This is transformer (without encoder) from scratch with torch
trained model weights after 5000 steps - loss: 1.5: https://drive.google.com/file/d/1Bkcl2UpZFk9bVzXBgnWqOZkEZaPpJfhn/view?usp=share_link
word prediction model 1 weights after 5000 steps - loss: 1.09: https://drive.google.com/file/d/1zafG_7eLMp2tIputQxqAe3qFXC2xBep-/view?usp=share_link
word prediction model 2 weights after 10000 steps - loss: 0.57: https://drive.google.com/file/d/1FTxeQf0NMWVSOLHVNWUNU5s6gdrYaqi0/view?usp=share_link
word prediction model (GPT size - 88.5M) 5000 training steps with batch 6 then upgraded gpu for 4000 more steps with batch 32 - loss: 0.4: https://drive.google.com/file/d/1cOYKe_7648ioLF5UV4_F2lp-fi5J90VC/view?usp=share_link
This code is based on the 'Attention is all you need' Paper: https://arxiv.org/abs/1706.03762
some adjustments were made to the original diagram above (pre layer norm, no encoder)

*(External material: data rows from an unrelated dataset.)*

def _design_text(run: RunFolder, v: dict[str, Any], design: str) -> str:
    k = (run.metrics or {}).get("n_folds", v.get("n_folds", "?"))
    if design == "blocks":
        return (f"Spatial block cross-validation: square blocks of {v.get('block_size_m', 0):g} m are assigned "
                f"whole to {k} folds, with the classes balanced across folds and no plot split between folds. "
                "Nearby pixels and plots are alike, so a random split would test the model on near-copies of "
                "its training data and overstate the accuracy the map reaches away from the plots "
                f"({run.cite('spatial_cv', 'validation design')}).")
    if design == "group":
        return (f"Grouped cross-validation: whole plots are assigned to {k} folds, so no plot is on both sides "
                f"of a split; neighbouring plots can still fall on both sides "
                f"({run.cite('spatial_cv', 'validation design')}).")
    return (f"Random pixel cross-validation with {k} folds. Pixels of one plot fall on both sides of a split, so "
            "the accuracy below is optimistic for the map "
            f"({run.cite('spatial_cv', 'validation design')}).")


def _distance_text(run: RunFolder, diag: dict[str, Any]) -> str:
    med = diag["median_nn_distance_m"]
    cv = next((v for k, v in med.items() if k.startswith("CV")), None)
    pred = med.get("prediction-to-sample")
    text = "To judge whether the folds resemble the mapping task, nearest-neighbour distances are compared"
    cite = run.cite("cv_distance_diagnostics", "validation distance diagnostics")
    if cv is None or pred is None:
        return f"{text} ({cite}); the diagnostics are incomplete."
    text += (f" ({cite}): the median distance from a CV test sample to the nearest training sample is {cv:,.1f} m, "
             f"from a random location of the mapped area to the nearest training sample {pred:,.1f} m")
    if diag.get("wasserstein_W_m") is not None:
        text += f" (Wasserstein distance between the two distributions {diag['wasserstein_W_m']:,.1f} m)"
    # A ratio within 0.8-1.25 counts as "similar": a rule of thumb (common practice, no source).
    ratio = cv / pred if pred else float("nan")
    if ratio < 0.8:
        text += (". CV test samples lie closer to their training data than most mapped pixels do, so the "
                 "cross-validated accuracy may be optimistic for the map as a whole.")
    elif ratio > 1.25:
        text += (". CV test samples lie farther from their training data than most mapped pixels do, so the "
                 "cross-validated accuracy may be pessimistic for the map as a whole.")
    else:
        text += ". The two are of similar size, so the folds resemble the mapping task in this respect."
    return text


def section_model(run: RunFolder) -> Section:
    b = run.bundle
    if b is None:
        return Section("Model", [Paragraph("The model step did not write a bundle.")])
    kind = b.get("kind", "?")
    params = run.step("model").get("hyperparameters") or {k: v for k, v in b.get("params", {}).items()
                                                         if k != "classes"}
    method = {"xgboost": "xgboost", "random_forest": "random_forest"}.get(kind)
    label = {"xgboost": "gradient-boosted trees (XGBoost, multi-class soft probabilities)",
             "random_forest": "a random forest"}.get(kind, kind)
    cite = f" ({run.cite(method, 'classifier')})" if method else ""
    weighting = ("Samples were weighted so that each class carries equal total weight. "
                 if params.get("class_weighting") else "")
    n_cube = len([a for a in run.feature_attrs.values() if "domain" in a])
    n_used = len(run.model_features)
    selection = (f"The cube's features were not recorded; the model used {n_used}." if not n_cube else
                 "All features of the cube were used; the run selected none out." if n_cube == n_used else
                 f"{n_used} of the cube's {n_cube} features were used.")
    if b.get("structure") == "hierarchical":
        h = b.get("hierarchy", {})
        groups = "; ".join(f"{p}: {', '.join(c)}" for p, c in h.get("parents", {}).items())
        gate = float(h.get("gate_threshold", 0.0))
        label = (f"a two-level hierarchy of {label}: a top level over {', '.join(h.get('top_classes', []))}, "
                 f"then one model within each group ({groups}); a leaf's probability is P(group) x "
                 "P(leaf | group)" + (f", the second level evaluated only where P(group) > {gate:g} (elsewhere "
                                       f"the group's training shares, an error of at most {gate:g} per class)"
                                       if gate else ""))
    text = (f"The classifier is {label}{cite}, fitted on all training samples with seed "
            f"{params.get('random_state', run.manifest.get('seed', '?'))}. {weighting}The hyperparameters were "
            f"set in the project file; the run did not tune them. {selection} The training data's SHA-256 is "
            f"`{b.get('training_data_sha256', '?')}`.")
    table = pd.DataFrame({"parameter": list(params), "value": [str(v) for v in params.values()]})
    return Section("Model", [Paragraph(text), Table(table, "Model hyperparameters")])


def section_cv_accuracy(run: RunFolder) -> Section:
    m = run.metrics
    if m is None:
        return Section(_title(section_cv_accuracy), [Paragraph("The validation step wrote no metrics.")])
    per = pd.DataFrame(m["per_class"])
    text = (f"Out-of-fold predictions of the {m['n']:,} training pixels give an overall accuracy of "
            f"{acc(m['overall_accuracy'])} (plus or minus {acc(m['overall_accuracy_ci95_half_width'])}, 95 %), "
            f"quantity disagreement {acc(m['quantity_disagreement'])} and allocation disagreement "
            f"{acc(m['allocation_disagreement'])} ({run.cite('disagreement', 'cross-validated accuracy')}). "
            "These figures serve to choose models and predictors. They are not the accuracy of the inventory: "
            "the training plots were placed by people, not drawn as a probability sample of the map, so their "
            "accuracy does not carry over to the mapped area, and the standard errors treat pixels as "
            "independent although pixels of one plot are not.")
    table = per[["class", "users", "producers", "f1", "n_reference", "n_map"]].rename(columns={
        "users": "user's", "producers": "producer's", "n_reference": "reference pixels", "n_map": "mapped pixels"})
    blocks: list = [Paragraph(text), Table(_round(table), "Cross-validated accuracy per class")]
    matrix = run.csv("validation/error_matrix.csv")
    if matrix is not None:
        blocks.append(Table(matrix, "Cross-validated error matrix (pixel counts; rows map, columns reference)"))
    return Section(_title(section_cv_accuracy), blocks)


def section_suspects(run: RunFolder) -> Section:
    from .figures import suspects_png

    m = run.metrics or {}
    sus = m.get("suspect_labels")
    table = run.csv("validation/suspect_plots.csv")
    if not sus or table is None:
        return Section(_title(section_suspects), [Paragraph("Suspect labels were not screened in this run "
                                                            "(validation.suspect_labels = \"off\").")])
    text = (f"Each training plot was judged out of fold by three filters ({sus['filters'].split(': ')[-1]}), each "
            f"by its mean probability over the plot's pixels; a plot is suspect when "
            f"{'every filter' if sus['rule'] == 'consensus' else 'more than half of the filters'} gives it "
            f"another class than its label (the {sus['rule']} filter of "
            f"{run.cite('suspect_labels', 'suspect training labels')}). "
            f"{sus['n_suspect']} of {sus['n_plots']} plots are suspect. A suspect plot is not necessarily wrong: "
            "a rare but real class, or a plot on a class boundary, can look like a label error. Check each against "
            "the imagery or field notes.")
    blocks: list = [Paragraph(text)]
    wo = sus.get("without_suspects")
    if wo:
        blocks.append(Paragraph(
            f"The final model was fitted without the suspect plots (validation.suspect_labels = \"refit\"). "
            f"Cross-validated overall accuracy with them {acc(m['overall_accuracy'])}, without them "
            f"{acc(wo['overall_accuracy'])} (standard error {acc(wo['overall_accuracy_se'])}); the second figure "
            "is optimistic if the suspects were right, since the hardest plots left the test folds too."))
    flagged = table[table["suspect"].astype(bool)]
    if len(flagged):
        cols = ["plot_id", "label"] + [c for c in table.columns if c.endswith("_class")] + ["min_p_label"]
        blocks.append(Table(_round(flagged[cols].rename(columns={"min_p_label": "lowest P(label)"})),
                            "Suspect plots (validation/suspect_plots.csv lists every plot)"))
    _figure(blocks, "suspect_plots.png", suspects_png(run), "Training plots; suspect labels circled and named.")
    return Section(_title(section_suspects), blocks)


def _round(df: pd.DataFrame) -> pd.DataFrame:
    return df.assign(**{c: [acc(v) for v in df[c]] for c in df.columns if df[c].dtype.kind == "f"})


def section_inventory_accuracy(run: RunFolder) -> Section:
    s, design = run.accuracy_summary, run.sample_design
    title = _title(section_inventory_accuracy)
    if s is None:
        text = (f"{NO_SAMPLE}. The accuracy and the class areas of the inventory are therefore not estimated; "
                "the cross-validated accuracy above does not stand in for them. To estimate them, design a "
                "stratified random sample of the final map, label each point from imagery or field visits "
                "without looking at the map class, and assess it:")
        if design:
            text = (f"{NO_SAMPLE}: a sample of {design['n_total']:,} points was designed but no labelled sample "
                    "has been assessed. " + text.split(". ", 1)[1])
        return Section(title, [Paragraph(text), Code("wetlandflow sample PROJECT.toml\n"
                                                     "wetlandflow assess PROJECT.toml FILE")])
    cite = run.cite("stratified_area_estimation", "accuracy and error-adjusted areas")
    blocks: list = [Paragraph(_sample_text(run, s, design, cite))]
    blocks += _area_accuracy_tables(run, s)
    _figure(blocks, "areas.png", run.png("accuracy/areas.png"), "Mapped and error-adjusted areas with intervals.")
    _figure(blocks, "error_matrix.png", run.png("accuracy/error_matrix.png"),
            "Error matrix of the probability sample (estimated area proportions).")
    return Section(title, blocks)


def _sample_text(run: RunFolder, s: dict[str, Any], design: dict[str, Any] | None, cite: str) -> str:
    lo, hi = s["overall_accuracy"] - s["overall_ci_half_width"], s["overall_accuracy"] + s["overall_ci_half_width"]
    text = ""
    if design:
        text = (f"A {s.get('design', 'stratified')} random sample of {design['n_total']:,} points was drawn from "
                f"the final map ({design.get('allocation', '?')} allocation over the map classes, at least "
                f"{design.get('exclude_buffer_m', 0):g} m from any training plot, sized for a standard error of "
                f"{design.get('target_se', 0):g} in overall accuracy after {run.cite('sample_size', 'sample size')}). ")
    text += (f"With the reference labels of the sample, the {s.get('design', '')} estimator ({cite}) gives an "
             f"overall accuracy of {acc(s['overall_accuracy'])} (standard error {acc(s['overall_se'])}, "
             f"{_conf(s)} interval {acc(lo)} to {acc(hi)}). These are the estimates of the inventory's accuracy and "
             "class areas; the error-adjusted areas correct the map's pixel counts for its errors of "
             "omission and commission.")
    return text


def _area_accuracy_tables(run: RunFolder, s: dict[str, Any]) -> list:
    areas, accs = run.csv("accuracy/area_table.csv"), run.csv("accuracy/accuracy_table.csv")
    out: list = []
    if areas is not None:
        t = pd.DataFrame({"class": areas["class"], "mapped ha": [ha(v) for v in areas["mapped_area_ha"]],
                          "error-adjusted ha": [ha(v) for v in areas["estimated_area_ha"]],
                          f"{_conf(s)} interval ha": [f"{ha(a)} to {ha(b)}" for a, b in
                                                      zip(areas["ci_low_ha"], areas["ci_high_ha"], strict=True)]})
        notes = _zero_error_notes(areas)
        if any(notes):
            t["note"] = notes
        out.append(Table(t, "Mapped and error-adjusted class areas"))
    if accs is not None:
        notes = _zero_error_notes(accs)
        t = pd.DataFrame({"class": accs["class"], **{
            label: [_accuracy_cell(accs, key, i, bool(n)) for i, n in enumerate(notes)]
            for label, key in (("user's", "users"), ("producer's", "producers"))}})
        if any(notes):
            t["note"] = ["no error observed in the sample: interval of the unobserved error rate" if n else ""
                         for n in notes]
        out.append(Table(t, "User's and producer's accuracy from the probability sample"))
    return out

I implemented the Decoder part of the paper to generate text in a style of what it is trained in (shakespeare) (Use a gpu as the model is quite big, to test on cpu, lower the number of head, blocks and embeddings etc.)
I also did a word tokenizer instead of a character one used for shakspeare and used the batman movie scripts. this can be found in the word_model folder. - this is a more advanced version of ther script generator.
This decider is the pretraining for a model like chat-gpt. It can be fine tuned to become a question answering bot or become a sentiment analysis or some other things. but this code is only for pretraining the model to complete text it was trained on.
Looking back on this project, if i had more data i could have had a more complex model as my script data was only 56k lines of code (nowhere near enough), but even with that small amount, it performs well at doing the same writing style and has somewhat coherant sentences.